Faz parte do projeto de Bolsonaro trucidar qualquer base mínima de entendimento entre os brasileiros. Até outro dia, pegava bem estudar, buscar por conhecimento, se aperfeiçoar em diferentes campos do saber, ler grandes livros, defender professores e reconhecer a importância do ensino superior e das pesquisas. Mesmo quem não ligava para isso, fingia valorizar. E se uma parcela da população vivia afastada desse universo, havia a compreensão de que cabia ao poder público bolar ações que promovessem a integração, a difusão da educação, da arte e da cultura. Agora não. A tendência da vez é o caminho pelas armas, pela porrada. Ser brucutu está na moda. Não surpreende.

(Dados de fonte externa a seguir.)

/**
 * Anticorrelated samples (tau_int < 1: alternating readings, a dithering controller) make a
 * lag-window's degrees of freedom n / (2M + 1) meaningless (NIST StRD NumAcc4 gave nu = 0.5 and
 * k = 163). Their mean is at least as well determined as that of independent samples, so nu is
 * never taken below the independent-sample n - 1 (GUM 4.2.3). O(1).
 */
export function withAnticorrelationFloor(estimate: TauEstimate, n: number): TauEstimate {
  if (!(estimate.tauInt < 1) || estimate.dof >= n - 1) return estimate;
  return { ...estimate, dof: Math.max(1, n - 1) };
}

export { MIN_EFFECTIVE };
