describe('Allan deviation: noise-type slopes over octaves', () => {
  // IEEE Std 1139 / SP 1065 power-law noise (common practice): white FM falls as tau^(-1/2),
  // random-walk FM rises as tau^(+1/2) on log-log axes. N = 2^15 samples, octaves m = 1 .. 1024
  // (edf >= about 45 everywhere). Measured over 30 seeds: white slope -0.5025 +- 0.011 (SD),
  // random-walk slope (m >= 4) 0.496 +- 0.025. Tolerances 0.05 and 0.1 are about 4 SD.
  it('white FM noise: slope -1/2 within 0.05', () => {
    for (const seed of [11, 12, 13]) {
      const y = whiteNoise(new SeededRandom(seed), 1 << 15);
      expect(Math.abs(logLogSlope(overlappingAllanDeviation(y, octaveFactors(y.length), 1), 1, 1024) + 0.5)).toBeLessThan(0.05);
    }
  });

  it('random-walk FM noise: slope +1/2 within 0.1 (from m = 4: the discrete walk gives AVAR = (2m^2 + 1) / (6m), slope 0.29 in the first octave)', () => {
    for (const seed of [21, 22, 23]) {
      const y = randomWalk(new SeededRandom(seed), 1 << 15);
      expect(Math.abs(logLogSlope(overlappingAllanDeviation(y, octaveFactors(y.length), 1), 4, 1024) - 0.5)).toBeLessThan(0.1);
    }
  });
});

describe('Allan deviation: equivalent degrees of freedom and confidence intervals', () => {
  // Monte Carlo on unit white noise: the edf is 2 E[AVAR]^2 / Var[AVAR] (the chi-square moment
  // match behind SP 1065 section 5.3). 2000 replicates: the Monte Carlo edf has a relative SE of
  // about sqrt(2 / 2000) = 3.2 %; tolerance 15 % (about 4.7 SE). Measured (3000 replicates):
  // overlapping 92.2 vs 91.8 at m = 8, 22.0 vs 22.1 at m = 32, 10.0 vs 9.5 at m = 64;
  // non-overlapping 42.2 vs 43.5, 10.2 vs 10.5, 4.9 vs 4.7.
  it('white FM: the Howe-Allan-Barnes (1981, from memory; SP 1065 Table 5) and the derived non-overlapping edf agree with Monte Carlo', () => {
    const random = new SeededRandom(41);
    const n = 512;
    const factors = [8, 32, 64];
    const replicates = 2000;
    const overlapping = factors.map(() => [] as number[]);
    const normal = factors.map(() => [] as number[]);
    for (let r = 0; r < replicates; r++) {
      const y = whiteNoise(random, n);
      overlappingAllanDeviation(y, factors, 1).forEach((p, i) => overlapping[i]!.push(p.adev ** 2));
      nonOverlappingAllanDeviation(y, factors, 1).forEach((p, i) => normal[i]!.push(p.adev ** 2));
    }
    const monteCarloEdf = (values: number[]) => {
      const mean = values.reduce((a, b) => a + b, 0) / values.length;
      const variance = values.reduce((a, b) => a + (b - mean) ** 2, 0) / (values.length - 1);
      return (2 * mean * mean) / variance;
    };
    factors.forEach((m, i) => {
      expect(Math.abs(monteCarloEdf(overlapping[i]!) / overlappingWhiteFmEdf(n + 1, m) - 1)).toBeLessThan(0.15);
      expect(Math.abs(monteCarloEdf(normal[i]!) / nonOverlappingWhiteFmEdf(Math.floor(n / m)) - 1)).toBeLessThan(0.15);
    });
  });

  // Coverage of the one-sigma (68.27 %) chi-square intervals for the true ADEV 1/sqrt(m) of unit
  // white FM (SP 1065: AVAR = sigma^2 / m). 2000 replicates: SE 1.0 %; band +-5 % allows for the
  // chi-square approximation at small edf (measured 67.7 % .. 70.9 %).
  it('one-sigma intervals cover the true ADEV of white FM about 68 % of the time (Monte Carlo)', () => {
    const random = new SeededRandom(42);
    const factors = [1, 8, 32];
    const replicates = 2000;
    const coveredOverlapping = [0, 0, 0];
    const coveredNormal = [0, 0, 0];
    for (let r = 0; r < replicates; r++) {
      const y = whiteNoise(random, 256);
      overlappingAllanDeviation(y, factors, 1).forEach((p, i) => {
        if (p.low <= 1 / Math.sqrt(p.m) && 1 / Math.sqrt(p.m) <= p.high) coveredOverlapping[i]!++;
      });
      nonOverlappingAllanDeviation(y, factors, 1).forEach((p, i) => {
        if (p.low <= 1 / Math.sqrt(p.m) && 1 / Math.sqrt(p.m) <= p.high) coveredNormal[i]!++;
      });
    }
    for (const covered of [...coveredOverlapping, ...coveredNormal]) expect(Math.abs(covered / replicates - 0.6827)).toBeLessThan(0.05);
  });

  it('edf formulas: non-overlapping gives exactly 1 for two blocks; overlapping at m = 1 is close to the non-overlapping value (same estimator)', () => {
    expect(nonOverlappingWhiteFmEdf(2)).toBe(1);
    // At m = 1 both estimators coincide; the two edf approximations agree to 0.1 %.
    expect(Math.abs(overlappingWhiteFmEdf(1001, 1) / nonOverlappingWhiteFmEdf(1000) - 1)).toBeLessThan(1e-3);
    const point = overlappingAllanDeviation(sp1065Frequency(), [10], 1, { confidence: 0.95 })[0]!;
    expect(point.low).toBeLessThan(point.adev);
    expect(point.high).toBeGreaterThan(point.adev);
  });
});

describe('octaveFactors', () => {
  it('lists 1, 2, 4, ... while at least 2 overlapping terms remain (N - 2m + 1 >= 2)', () => {
    expect(octaveFactors(1000)).toEqual([1, 2, 4, 8, 16, 32, 64, 128, 256]);
    expect(octaveFactors(9)).toEqual([1, 2, 4]);
    expect(octaveFactors(3)).toEqual([1]);
    expect(octaveFactors(2)).toEqual([]);
    for (const n of [5, 64, 1000, 4097]) {
      const factors = octaveFactors(n);
      const last = factors[factors.length - 1]!;
      expect(n - 2 * last + 1).toBeGreaterThanOrEqual(2);
      expect(n - 4 * last + 1).toBeLessThan(2);
    }
  });

  it('skips factors without terms and rejects non-integer factors', () => {
    expect(overlappingAllanDeviation([1, 2, 3], [1, 2], 1).map((p) => p.m)).toEqual([1]);
    expect(nonOverlappingAllanDeviation([1, 2, 3], [1, 2], 1).map((p) => p.m)).toEqual([1]);
    expect(() => overlappingAllanDeviation([1, 2, 3], [1.5], 1)).toThrow(RangeError);
    expect(() => overlappingAllanDeviation([1, 2, 3], [1], 0)).toThrow(RangeError);
  });
});

describe('allanFromBlockMeans and the block pyramid', () => {
  it('equals the non-overlapping ADEV of the same blocks', () => {
    const y = sp1065Frequency();
    for (const m of [1, 10, 100]) {
      const blocks = Math.floor(y.length / m);
      const means = Float64Array.from({ length: blocks }, (_, k) => y.slice(k * m, (k + 1) * m).reduce((a, b) => a + b, 0) / m);
      const fromMeans = allanFromBlockMeans(means, m)!;
      const direct = nonOverlappingAllanDeviation(y, [m], 1)[0]!;
      expect(Math.abs(fromMeans.adev / direct.adev - 1)).toBeLessThan(1e-12);
      expect(fromMeans.count).toBe(direct.count);
      expect(fromMeans.edf).toBe(direct.edf);
    }
    expect(allanFromBlockMeans([1], 4)).toBeNull();
  });

  // The pyramid keeps, per level j, the sum of squared successive differences of its block means;
  // divided by 2 (count - 1) it is the non-overlapping AVAR at m = 2^j over the pyramid's aligned
  // blocks (SP 1065 section 5.2.2 definition). Tolerance 1e-9 relative: the pyramid forms the sum
  // from running sums of squares and neighbour products, which cancel to a few digits (measured
  // agreement here 3e-14 growing, 3e-13 sliding).
  it('WindowedSeries.pyramid.stats(j).successiveDifferenceSquares / (2 (count - 1)) is the non-overlapping AVAR at m = 2^j (growing and sliding windows)', () => {
    const random = new SeededRandom(51);
    const values = Float64Array.from(ar1Series(random, 0.7, 3000), (v, i) => 20 + v + 1e-3 * i);
    for (const [maxSamples, preallocate] of [[1 << 13, false], [1000, true]] as const) {
      const series = new WindowedSeries({ maxSamples, maxLag: 8, preallocate });
      values.forEach((v, i) => series.push(v, i));
      let checked = 0;
      for (let j = 1; j <= 12; j++) {
        const stats = series.pyramid.stats(j);
        if (!stats || stats.count < 2) continue;
        const m = 2 ** j;
        const start = series.pyramid.frontStart(j);
        const aligned = values.slice(start, start + stats.count * m);
        const expected = nonOverlappingAllanDeviation(aligned, [m], 1)[0]!;
        const pyramidAvar = stats.successiveDifferenceSquares / (2 * (stats.count - 1));
        expect(Math.abs(pyramidAvar / expected.adev ** 2 - 1)).toBeLessThan(1e-9);
        const fromLevel = allanFromBlockMeans(series.pyramid.blockMeans(j), m)!;
        expect(Math.abs(fromLevel.adev / expected.adev - 1)).toBeLessThan(1e-9);
        checked++;
      }
      expect(checked).toBeGreaterThanOrEqual(maxSamples === 1000 ? 7 : 9);
    }
  });
});

describe('averagingLimit', () => {
  function point(m: number, adev: number, edf: number, low: number, high: number): AllanPoint {
    return { m, tau: m, adev, count: 100, edf, low, high };
  }

  it('follows the rule on constructed points: first point with no later point significantly below, confirmed by a later rise', () => {
    // Falling with tight bars to m = 4, then flat at 0.5, then rising well above the 1/sqrt(m) continuation.
    const points = [
      point(1, 2, 1000, 1.9, 2.1),
      point(2, 1.4, 1000, 1.33, 1.47),
      point(4, 0.7, 1000, 0.66, 0.74),
      point(8, 0.5, 1000, 0.47, 0.53),
      point(16, 0.52, 1000, 0.49, 0.55),
      point(32, 0.6, 1000, 0.56, 0.64),
    ];
    expect(averagingLimit(points)).toEqual({ m: 8, tau: 8, adev: 0.5 });
    // The same, shuffled: the rule sorts by m.
    expect(averagingLimit([...points].reverse())).toEqual({ m: 8, tau: 8, adev: 0.5 });
    // Still falling at the largest m: null.
    expect(averagingLimit(points.slice(0, 3))).toBeNull();
    expect(averagingLimit([points[0]!])).toBeNull();
  });

  // Measured over 100 seeds each (N = 2^14, octaves): white FM 99 null / 1 false floor;
  // AR(1) phi = 0.9 100 null; random-walk FM 100 at m = 1; white FM + linear drift 1e-3 per sample
  // 91 at m = 64, 9 at m = 128. Here 20 seeds each.
  const N = 1 << 14;
  it('white FM noise: no averaging limit (ADEV falls throughout) in at least 19 of 20 seeds', () => {
    let nulls = 0;
    for (let seed = 0; seed < 20; seed++) {
      const y = whiteNoise(new SeededRandom(600 + seed), N);
      if (averagingLimit(overlappingAllanDeviation(y, octaveFactors(N), 1)) === null) nulls++;
    }
    expect(nulls).toBeGreaterThanOrEqual(19);
  });

  it('AR(1) phi = 0.9 (ADEV rises, then falls as white noise beyond tau_int): no limit in at least 19 of 20 seeds', () => {
    let nulls = 0;
    for (let seed = 0; seed < 20; seed++) {
      const y = ar1Series(new SeededRandom(700 + seed), 0.9, N);
      if (averagingLimit(overlappingAllanDeviation(y, octaveFactors(N), 1)) === null) nulls++;
    }
    expect(nulls).toBeGreaterThanOrEqual(19);
  });

  it('random-walk FM: averaging never helps, limit at m = 1', () => {
    for (let seed = 0; seed < 20; seed++) {
      const y = randomWalk(new SeededRandom(800 + seed), N);
      expect(averagingLimit(overlappingAllanDeviation(y, octaveFactors(N), 1))?.m).toBe(1);
    }
  });

  // White FM (sigma = 1) plus a linear frequency drift d per sample: AVAR = 1/m + d^2 m^2 / 2
  // (drift term SP 1065, from memory: ADEV = d tau / sqrt(2)), smallest at m = d^(-2/3) = 100 for
  // d = 1e-3. The limit must lie in the octave pair around it, m = 64 or 128.
  it('white FM + linear drift 1e-3 per sample: limit at m = 64 or 128, around the ADEV minimum at m = 100', () => {
    for (let seed = 0; seed < 20; seed++) {
      const random = new SeededRandom(900 + seed);
      const y = Float64Array.from({ length: N }, (_, i) => random.normal() + 1e-3 * i);
      const limit = averagingLimit(overlappingAllanDeviation(y, octaveFactors(N), 1));
      expect([64, 128]).toContain(limit?.m);
    }
  });

  it('constant data: all deviations zero, no limit', () => {
    const points = overlappingAllanDeviation(new Float64Array(100).fill(3.5), octaveFactors(100), 1);
    expect(points.every((p) => p.adev === 0 && p.low === 0 && p.high === 0)).toBe(true);
    expect(averagingLimit(points)).toBeNull();
  });
});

O professor universitário e crítico literário João Cezar de Castro Rocha - colega que prefere o cérebro ao gatilho - tem se estabelecido como um dos principais responsáveis por decifrar o bolsonarismo. O artigo publicado neste domingo na Folha é obrigatório para quem deseja entender como funciona o processo de desmanche do Brasil. Resgato um trecho no qual João fala sobre o "Orvil", livro de teorias tresloucadas, leitura de cabeceira de muitos militares. Eles acreditam mesmo: existem comunistas tentando tomar Brasília e a intelectualidade está a serviço daqueles que almoçariam criancinhas. Escreve João:
"O 'Orvil' explica: se a quarta tentativa de tomada do poder, iniciada em 1974 (e ainda atuante, como prometem os comentários involuntariamente surrealistas do vereador Carlos Bolsonaro), consistiu na infiltração das instituições da cultura, da educação, do entretenimento e da imprensa, então, a tarefa de governar é secundária; a missão prioritária consiste em destruir instituições 'aparelhadas' e corroer por dentro as estruturas do Estado democrático".
Taxar livros não é mera opção econômica do atual governo, mas um movimento importante para minar ainda mais aqueles que enxergam como adversários do Brasil: os seres pensantes. Se menos livros circularão, menos pessoas irão ler, editoras quebrarão e o mercado editorial encolherá - que bom, creem. Subjetividade, criticidade, exposição ao contraditório e rigor intelectual são virtudes apavorantes aos atuais donos do poder. Usar o cérebro para tentar compreender o mundo nunca foi o forte de Bolsonaro. Mas e daí, né!?